*** Opening of DATA SUPPLIED ***

import { DatePipe, JsonPipe } from '@angular/common';
import { httpResource } from '@angular/common/http';
import {
  ChangeDetectionStrategy,
  Component,
  computed,
  effect,
  inject,
  input,
  signal,
} from '@angular/core';
import { FormsModule } from '@angular/forms';
import { MatButton } from '@angular/material/button';
import { MatCard, MatCardContent, MatCardHeader, MatCardTitle } from '@angular/material/card';
import { MatProgressBar } from '@angular/material/progress-bar';
import { MatSnackBar } from '@angular/material/snack-bar';
import { RouterLink } from '@angular/router';
import { apiErrorMessage } from '../core/api-error';
import { ProjectStore } from '../core/project-store';
import { CautionNote } from '../ui/caution-note';
import { StationMap, type MapPoint } from '../ui/station-map';
import { CurateApi } from '../curate/curate-api';
import { CatalogueApi } from './catalogue-api';
import type { IndividualDetail } from './individual-detail';

/** One individual: reference photos per flank, every confirmed sighting, where it was seen, and its history. */
@Component({
  selector: 'mac-individual-page',
  imports: [
    DatePipe,
    JsonPipe,
    FormsModule,
    RouterLink,
    MatButton,
    MatCard,
    MatCardHeader,
    MatCardTitle,
    MatCardContent,
    MatProgressBar,
    StationMap,
    CautionNote,
  ],
  templateUrl: './individual-page.html',
  styleUrl: './individual-page.scss',
  changeDetection: ChangeDetectionStrategy.OnPush,
})
export class IndividualPage {
  private readonly store = inject(ProjectStore);
  private readonly api = inject(CatalogueApi);
  private readonly snackBar = inject(MatSnackBar);
  readonly idOrCode = input.required<string>();
  protected readonly slug = computed(() => this.store.current()?.slug ?? '');
  protected readonly canCurate = computed(() => this.store.can('curator'));
  protected readonly detail = httpResource<IndividualDetail>(
    () => `/api/projects/${this.slug()}/individuals/${this.idOrCode()}`,
  );
  protected readonly error = computed(() =>
    this.detail.error() ? apiErrorMessage(this.detail.error()) : null,
  );
  protected readonly points = computed<MapPoint[]>(() => {
    const d = this.detail.value();
    if (!d) return [];
    const max = Math.max(1, ...d.stationsDetected.map((s) => s.detections));
    return d.stationsDetected
      .filter((s) => s.lat !== null && s.lon !== null)
      .map((s) => ({
        id: s.stationId,
        label: `${s.code}: ${s.detections} detection(s)`,
        lat: s.lat!,
        lon: s.lon!,
        weight: s.detections / max,
        highlight: true,
      }));
  });
  protected readonly tileUrl = computed(() => this.store.current()?.tileUrl ?? null);
  protected readonly flanks = ['left', 'right', 'other'] as const;
  private readonly curate = inject(CurateApi);
  protected readonly chosen = signal<ReadonlySet<string>>(new Set());
  protected readonly changeReason = signal('');
  protected readonly targetCode = signal('');
  protected readonly editing = signal(false);
  protected readonly nickname = signal('');
  protected readonly sex = signal('unknown');
  protected readonly notes = signal('');
  protected readonly tags = signal('');

  constructor() {
    effect(() => {
      const d = this.detail.value();
      if (!d) return;
      this.nickname.set(d.nickname ?? '');
      this.sex.set(d.sex);
      this.notes.set(d.notes);
      this.tags.set(d.tags.join(', '));
    });
  }

  protected refs(flank: string) {
    return this.detail.value()?.references.filter((r) => r.flank === flank) ?? [];
  }

  protected async save(): Promise<void> {
    const d = this.detail.value();
    if (!d) return;
    try {
      const updated = await this.api.update(this.slug(), d.id, {
        nickname: this.nickname().trim() || null,
        sex: this.sex(),
        notes: this.notes().trim(),
        tags: this.tags()
          .split(',')
          .map((t) => t.trim())
          .filter(Boolean),
      });
      this.detail.set(updated);
      this.editing.set(false);
      this.snackBar.open('Saved.', undefined, { duration: 2500 });
    } catch (err) {
      this.snackBar.open(apiErrorMessage(err), 'Dismiss', { duration: 6000 });
    }
  }

  /** Makes a photo the first reference of a flank (curators). */
  protected async useAsReference(
    photoId: string,
    flank: 'left' | 'right' | 'other',
  ): Promise<void> {
    const d = this.detail.value();
    if (!d) return;
    const current = this.refs(flank)
      .map((r) => r.photoId)
      .filter((id) => id !== photoId);
    try {
      this.detail.set(
        await this.api.setReferences(this.slug(), d.id, flank, [photoId, ...current].slice(0, 12)),
      );
      this.snackBar.open(`Reference photo for the ${flank} flank set.`, undefined, {
        duration: 2500,
      });
    } catch (err) {
      this.snackBar.open(apiErrorMessage(err), 'Dismiss', { duration: 6000 });
    }
  }

  protected async removeReference(
    photoId: string,
    flank: 'left' | 'right' | 'other',
  ): Promise<void> {
    const d = this.detail.value();
    if (!d) return;
    const keep = this.refs(flank)
      .map((r) => r.photoId)
      .filter((id) => id !== photoId);
    this.detail.set(await this.api.setReferences(this.slug(), d.id, flank, keep));
  }

  protected toggleChosen(sightingId: string): void {
    const next = new Set(this.chosen());
    if (next.has(sightingId)) next.delete(sightingId);
    else next.add(sightingId);
    this.chosen.set(next);
  }

  private reason(): string | null {
    const r = this.changeReason().trim();
    if (r.length >= 3) return r;
    this.snackBar.open('Give a reason (a few words); it stays in the history.', 'OK', {
      duration: 5000,
    });
    return null;
  }

  /** Moves the chosen sightings to a new individual, or to the one named by the code typed. */
  protected async split(): Promise<void> {
    const d = this.detail.value();
    const reason = this.reason();
    if (!d || !reason || this.chosen().size === 0) return;
    try {
      const into = this.targetCode().trim()
        ? await this.curate.resolveCode(this.slug(), this.targetCode())
        : undefined;
      const res = await this.curate.split(this.slug(), d.id, [...this.chosen()], reason, into);
      this.snackBar.open(res.change.summary, 'OK', { duration: 5000 });
      this.chosen.set(new Set());
      this.detail.reload();
    } catch (err) {
      this.snackBar.open(apiErrorMessage(err), 'Dismiss', { duration: 6000 });
    }
  }

  /** Merges this individual into the one named by the code typed. */
  protected async mergeInto(): Promise<void> {
    const d = this.detail.value();
    const reason = this.reason();
    if (!d || !reason || !this.targetCode().trim()) return;
    try {
      const into = await this.curate.resolveCode(this.slug(), this.targetCode());
      const res = await this.curate.merge(this.slug(), d.id, into, reason);
      this.snackBar.open(res.change.summary, 'OK', { duration: 5000 });
      this.detail.reload();
    } catch (err) {
      this.snackBar.open(apiErrorMessage(err), 'Dismiss', { duration: 6000 });
    }
  }
}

*** Close of DATA SUPPLIED ***

### TASK OBJECTIVE
Write out, word for word, the lines from the one containing "this.chosen.set(new Set());" through the end of the records, with no other lines.

### RESULT OF THE TASK
      this.chosen.set(new Set());
      this.detail.reload();
    } catch (err) {
      this.snackBar.open(apiErrorMessage(err), 'Dismiss', { duration: 6000 });
    }
  }

  /** Merges this individual into the one named by the code typed. */
  protected async mergeInto(): Promise<void> {
    const d = this.detail.value();
    const reason = this.reason();
    if (!d || !reason || !this.targetCode().trim()) return;
    try {
      const into = await this.curate.resolveCode(this.slug(), this.targetCode());
      const res = await this.curate.merge(this.slug(), d.id, into, reason);
      this.snackBar.open(res.change.summary, 'OK', { duration: 5000 });
      this.detail.reload();
    } catch (err) {
      this.snackBar.open(apiErrorMessage(err), 'Dismiss', { duration: 6000 });
    }
  }
}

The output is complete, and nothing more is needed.